Un vote opéré sous l’œil et les huées des détracteurs de cette autoroute, dont le tracé suit de façon quasi parallèle… une autre autoroute (l’A47), qui relie également Lyon à Saint-Etienne via la vallée du Gier, un peu plus au sud. Sinueuse, souvent saturée et réputée dangereuse, sa requalification coûterait entre 227 millions (selon des études des collectivités territoriales) et 1 milliard d’euros (selon une étude récente de l’association l’Alcaly, qui rassemble 110 communes opposées au projet). Les opposants se sont donnés rendez-vous devant le conseil régional, pour rappeler notamment qu’une des solutions au désenclavement de la cité stéphanoise passe par une amélioration de l’offre en Trains Express Régionaux (TER), aujourd’hui au bord de la saturation.

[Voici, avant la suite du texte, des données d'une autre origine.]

describe("batches API", () => {
  it("a cook starts a batch; the same client id sent twice makes one batch, and the answer carries the prediction", async () => {
    const t = await newTenant();
    const cook = await cookOf(t);
    const body = startBody(t);
    const first = await cook.request("/api/v1/batches", { json: body });
    expect(first.status).toBe(201);
    const json = await first.json();
    expect(["ahead", "tight", "behind"]).toContain(json.prediction.verdict);
    expect(json.prediction.caution).toMatch(/probe reading is the record/);
    expect(json.record.outcome).toBe("in-progress");
    const again = await cook.request("/api/v1/batches", { json: body });
    expect(again.status).toBe(200);
    expect((await again.json()).batch.id).toBe(json.batch.id);
    const rows = await db.select().from(batches).where(eq(batches.siteId, t.site.id));
    expect(rows).toHaveLength(1);
    // The batch keeps the recipe as it was: a later edit of the product does not rewrite its record.
    expect(rows[0].composition).toEqual(t.product.composition);
    await db.update(products).set({ composition: { water: 50, protein: 50 } }).where(eq(products.id, t.product.id));
    const [kept] = await db.select().from(batches).where(eq(batches.id, json.batch.id));
    expect(kept.composition).toEqual(t.product.composition);
    // The start reading is stored as entered and in °C.
    const [start] = await db.select().from(readings).where(eq(readings.batchId, json.batch.id));
    expect(start).toMatchObject({ valueEntered: 150, unitEntered: "F", enteredBy: t.people.cook.id, source: "web" });
    expect(start.valueC).toBeCloseTo(65.56, 2);
  });

  it("a start already below the upper limit is accepted with a warning and marked as not captured", async () => {
    const t = await newTenant();
    const res = await (await cookOf(t)).request("/api/v1/batches", { json: startBody(t, { start: { value: 120, unit: "F" } }) });
    expect(res.status).toBe(201);
    const json = await res.json();
    expect(json.warnings).toContain("startBelowUpperLimit");
    expect(json.batch.startNotCaptured).toBe(true);
  });

  it("bad starts get a message per field and store nothing", async () => {
    const t = await newTenant();
    const cook = await cookOf(t);
    const res = await cook.request("/api/v1/batches", {
      json: startBody(t, { lotCode: "", pan: { size: "gn-1/1", depthMm: 65, fillDepthMm: 90 }, method: "freezer", start: { value: 400, unit: "F" } }),
    });
    expect(res.status).toBe(400);
    const { errors } = await res.json();
    expect(errors.lotCode).toBe("Enter the lot or batch code");
    expect(errors.method).toBe("unknown cooling method");
    expect(Object.keys(errors).some((k) => k.startsWith("pan."))).toBe(true);
    const temp = await cook.request("/api/v1/batches", { json: startBody(t, { start: { value: 400, unit: "F" } }) });
    expect((await temp.json()).errors["start.value"]).toBe("A core temperature is between −22 °F and 230 °F");
    const other = await newTenant();
    const foreign = await cook.request("/api/v1/batches", { json: startBody(t, { productId: other.product.id }) });
    expect((await foreign.json()).errors.productId).toBe("unknown product");
    expect(await db.select().from(batches).where(eq(batches.siteId, t.site.id))).toHaveLength(0);
  });

  it("a reading sent twice with one client id is stored once", async () => {
    const t = await newTenant();
    const cook = await cookOf(t);
    const { batch } = await started(t, cook);
    const reading = { clientId: randomUUID(), value: 128, unit: "F" };
    const a = await cook.request(`/api/v1/batches/${batch.id}/readings`, { json: reading });
    expect(a.status).toBe(201);
    const b = await cook.request(`/api/v1/batches/${batch.id}/readings`, { json: reading });
    expect(b.status).toBe(200);
    expect((await b.json()).duplicate).toBe(true);
    const rows = await db.select().from(readings).where(eq(readings.batchId, batch.id));
    expect(rows.filter((r) => r.clientId === reading.clientId)).toHaveLength(1);
  });

  it("the database refuses UPDATE and DELETE on readings", async () => {
    const t = await newTenant();
    const { batch } = await started(t, await cookOf(t));
    const refused = { cause: { message: expect.stringMatching(/readings is append-only/) } };
    await expect(db.execute(sql`update readings set value_c = 1 where batch_id = ${batch.id}`)).rejects.toMatchObject(refused);
    await expect(db.execute(sql`delete from readings where batch_id = ${batch.id}`)).rejects.toMatchObject(refused);
    expect(await db.select().from(readings).where(eq(readings.batchId, batch.id))).toHaveLength(1);
  });

  it("a reading entered more than 15 minutes after it was taken is marked late; a rise gets a warning, not a block", async () => {
    const t = await newTenant();
    const cook = await cookOf(t);
    const { batch } = await started(t, cook, { start: { value: 150, unit: "F", takenAt: minutesAgo(60) } });
    const late = await cook.request(`/api/v1/batches/${batch.id}/readings`, { json: { clientId: randomUUID(), value: 120, unit: "F", takenAt: minutesAgo(20) } });
    expect(late.status).toBe(201);
    expect((await late.json()).reading.late).toBe(true);
    const onTime = await cook.request(`/api/v1/batches/${batch.id}/readings`, { json: { clientId: randomUUID(), value: 131, unit: "F" } });
    const j = await onTime.json();
    expect(j.reading.late).toBe(false);
    expect(j.warnings).toContain("risingTemperature");
  });

  it("bad readings get a message on the field and store nothing", async () => {
    const t = await newTenant();
    const cook = await cookOf(t);
    const { batch } = await started(t, cook, { start: { value: 150, unit: "F", takenAt: minutesAgo(30) } });
    const cases: [Record<string, unknown>, string, string][] = [
      [{ value: 300, unit: "F" }, "value", "A core temperature is between −22 °F and 230 °F"],
      [{ value: 50, unit: "K" }, "unit", 'unit must be "F" or "C"'],
      [{ value: 120, unit: "F", takenAt: new Date(Date.now() + 3_600_000).toISOString() }, "takenAt", "The time cannot be in the future"],
      [{ value: 120, unit: "F", takenAt: minutesAgo(45) }, "takenAt", "The time cannot be before the batch began"],
    ];
    for (const [body, field, message] of cases) {
      const res = await cook.request(`/api/v1/batches/${batch.id}/readings`, { json: { clientId: randomUUID(), ...body } });
      expect(res.status, field).toBe(400);
      expect((await res.json()).errors[field]).toBe(message);
    }
    expect(await db.select().from(readings).where(eq(readings.batchId, batch.id))).toHaveLength(1);
  });

  it("a correction is a new entry naming the one it corrects; the original stays as it was", async () => {
    const t = await newTenant();
    const cook = await cookOf(t);
    const { batch } = await started(t, cook);
    const wrong = await (await cook.request(`/api/v1/batches/${batch.id}/readings`, { json: { clientId: randomUUID(), value: 12, unit: "F" } })).json();
    const fix = await cook.request(`/api/v1/batches/${batch.id}/readings`, {
      json: { clientId: randomUUID(), value: 120, unit: "F", takenAt: wrong.reading.takenAt, corrects: { readingId: wrong.reading.id, reason: "typed 12 for 120" } },
    });
    expect(fix.status).toBe(201);
    // The mistyped 12 °F had ended the batch; the correction puts it back to cooling.
    const [after] = await db.select().from(batches).where(eq(batches.id, batch.id));
    expect(after.state).toBe("cooling");
    const rows = await db.select().from(readings).where(eq(readings.batchId, batch.id));
    expect(rows).toHaveLength(3);
    expect(rows.find((r) => r.id === wrong.reading.id)!.valueEntered).toBe(12);
    expect(rows.find((r) => r.correctsReadingId === wrong.reading.id)).toMatchObject({ valueEntered: 120, correctionReason: "typed 12 for 120" });
    const noReason = await cook.request(`/api/v1/batches/${batch.id}/readings`, { json: { clientId: randomUUID(), value: 120, unit: "F", corrects: { readingId: wrong.reading.id, reason: "" } } });
    expect((await noReason.json()).errors["corrects.reason"]).toBe("Say why this corrects the reading");
  });

  it("readings that meet both stages end the batch as cooled", async () => {
    const t = await newTenant();
    const cook = await cookOf(t);
    const { batch } = await started(t, cook, { start: { value: 140, unit: "F", takenAt: minutesAgo(300) } });
    for (const [v, ago] of [
      [100, 240],
      [70, 200],
      [50, 120],
      [41, 60],
    ] as const) {
      const res = await cook.request(`/api/v1/batches/${batch.id}/readings`, { json: { clientId: randomUUID(), value: v, unit: "F", takenAt: minutesAgo(ago) } });
      expect(res.status).toBe(201);
    }
    const [row] = await db.select().from(batches).where(eq(batches.id, batch.id));
    expect(row.state).toBe("cooled");
    // The walk-in learned from it: one batch, a finite surface factor that the next batch uses as its prior.
    const [walkIn] = await db.select().from(equipment).where(eq(equipment.id, t.walkIn.id));
    expect(walkIn.learnedBatches).toBe(1);
    expect(Number.isFinite(walkIn.learnedLnS)).toBe(true);
    expect(walkIn.learnedSd!).toBeGreaterThan(0);
    const after = await cook.request(`/api/v1/batches/${batch.id}/readings`, { json: { clientId: randomUUID(), value: 40, unit: "F" } });
    expect(after.status).toBe(409);
  });

  it("GET ?status=active lists the caller's active batches with their prediction", async () => {
    const t = await newTenant();
    const cook = await cookOf(t);
    const { batch } = await started(t, cook);
    const res = await cook.get("/api/v1/batches?status=active");
    expect(res.status).toBe(200);
    const { batches: list } = await res.json();
    expect(list.map((b: { id: string }) => b.id)).toEqual([batch.id]);
    expect(list[0].prediction.stages).toHaveLength(2);
    expect(list[0].prediction.whatIfs.length).toBeGreaterThan(0);
    expect((await cook.get("/api/v1/batches?status=all")).status).toBe(400);
  });

  it("the active list reuses an assessment only while the record stands still: a new reading shows at once", async () => {
    const t = await newTenant();
    const cook = await cookOf(t);
    const { batch } = await started(t, cook);
    type Listed = { id: string; record: { stages: { status: string; metBy: string | null }[] } };
    const listed = async () => ((await (await cook.get("/api/v1/batches?status=active")).json()) as { batches: Listed[] }).batches.find((b) => b.id === batch.id)!;
    expect((await listed()).record.stages[0].status).not.toBe("met");
    // Read again: this one may be the reused assessment.
    expect((await listed()).record.stages[0].status).not.toBe("met");
    // A reading the app did not settle itself (straight into the table): the next list already counts it.
    const [r] = await db
      .insert(readings)
      .values({ batchId: batch.id, siteId: t.site.id, clientId: randomUUID(), valueEntered: 65, unitEntered: "F", valueC: ((65 - 32) * 5) / 9, takenAt: new Date(), late: false, source: "api" })
      .returning();
    expect((await listed()).record.stages[0]).toMatchObject({ status: "met", metBy: r.id });
  });

  it("the active list reads a batch's row again once it, its product or its equipment is written", async () => {
    const t = await newTenant();
    const cook = await cookOf(t);
    const { batch } = await started(t, cook);
    const other = await started(t, cook, { lotCode: "L-0413" });
    type Listed = { id: string; product: string; prediction: { stages: { reachAt: string | null }[] } };
    const list = async () => ((await (await cook.get("/api/v1/batches?status=active")).json()) as { batches: Listed[] }).batches;
    const mine = async () => (await list()).find((b) => b.id === batch.id)!;
    // Read twice before each change, so the rows are kept, and twice after: the kept ones must not answer.
    for (let i = 0; i < 2; i++) expect((await mine()).product).toBe(t.product.name);
    await db.update(products).set({ name: "Braised lentils, renamed" }).where(eq(products.id, t.product.id));
    for (let i = 0; i < 2; i++) expect((await mine()).product).toBe("Braised lentils, renamed");
    // The equipment's learned factor is part of the prior: a new one gives another prediction.
    const reach = async () => (await mine()).prediction.stages.map((s) => s.reachAt);
    const before = await reach();
    expect(before[0]).not.toBeNull();
    await db.update(equipment).set({ learnedLnS: Math.log(3), learnedSd: 0.05, learnedBatches: 12 }).where(eq(equipment.id, t.walkIn.id));
    for (let i = 0; i < 2; i++) expect(Date.parse((await reach())[0]!)).toBeLessThan(Date.parse(before[0]!) - 10 * 60_000);
    // The batch itself: ended by another process (straight into the table), it leaves the list.
    await db.update(batches).set({ state: "discarded", endedAt: new Date() }).where(eq(batches.id, batch.id));
    for (let i = 0; i < 2; i++) expect((await list()).map((b) => b.id)).toEqual([other.batch.id]);
  });

  it("a site API token logs for its own site only; QA cannot log; another organisation sees 404", async () => {
    const t = await newTenant();
    const manager = await signedIn(t.people.manager.email, t.people.manager.password);
    const html = await (await manager.post(`/sites/${t.site.id}/api-tokens`, { intent: "create", name: "gateway" })).text();
    const token = /data-testid="new-token">(cw_[A-Za-z0-9_-]+)</.exec(html)![1];
    const gateway = new Client();
    gateway.origin = null;
    const auth = { authorization: `Bearer ${token}` };
    const start = await gateway.request("/api/v1/batches", { json: startBody(t), headers: auth });
    expect(start.status).toBe(201);
    const { batch } = await start.json();
    const r = await gateway.request(`/api/v1/batches/${batch.id}/readings`, { json: { clientId: randomUUID(), value: 130, unit: "F" }, headers: auth });
    expect(r.status).toBe(201);
    const [row] = await db.select().from(readings).where(eq(readings.clientId, (await r.json()).reading.clientId));
    expect(row).toMatchObject({ source: "api", enteredBy: null });
    expect(row.apiTokenId).not.toBeNull();

    const qa = await signedIn(t.people.qa.email, t.people.qa.password);
    expect((await qa.request(`/api/v1/batches/${batch.id}/readings`, { json: { clientId: randomUUID(), value: 120, unit: "F" } })).status).toBe(403);
    expect((await qa.request("/api/v1/batches", { json: startBody(t) })).status).toBe(403);

    const other = await newTenant();
    const intruder = await signedIn(other.people.admin.email, other.people.admin.password);
    expect((await intruder.request(`/api/v1/batches/${batch.id}/readings`, { json: { clientId: randomUUID(), value: 120, unit: "F" } })).status).toBe(404);
    expect((await intruder.request("/api/v1/batches", { json: { ...startBody(t), siteId: t.site.id } })).status).toBe(404);
    const list = await (await intruder.get("/api/v1/batches?status=active")).json();
    expect(list.batches).toEqual([]);
  });
});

500 hectares de terres agricoles

Une des prochaines étapes de ce dossier qui mobilise jusqu’au monde paysan, puisque 500 hectares de terres agricoles pourraient finir englouties sous le bitume, devrait se jouer devant le tribunal administratif de Lyon. L’association de sauvegarde des coteaux du lyonnais a déposé, le 24 juin dernier, un recours contre une délibération précédente du conseil régional. Elle reproche notamment aux départements et à la région de s’être affranchis de la récente loi Notre, qui leur a fait perdre leur compétence générale. «Le projet, pour que les collectivités aient intérêt à y consacrer de l’argent public, doit être intégré à un schéma régional d’aménagement, de développement durable et d’égalité du territoire (SRADDET), dont l’élaboration prend au moins 3 ans, note Maurice Fisch, le président l’association. En outre, cette contribution est considérée comme un investissement, or la région n’est ni le maître d’ouvrage, ni le gestionnaire de l’ouvrage.» Les porteurs du projet tablent sur une mise en service de l’autoroute en 2022. A suivre.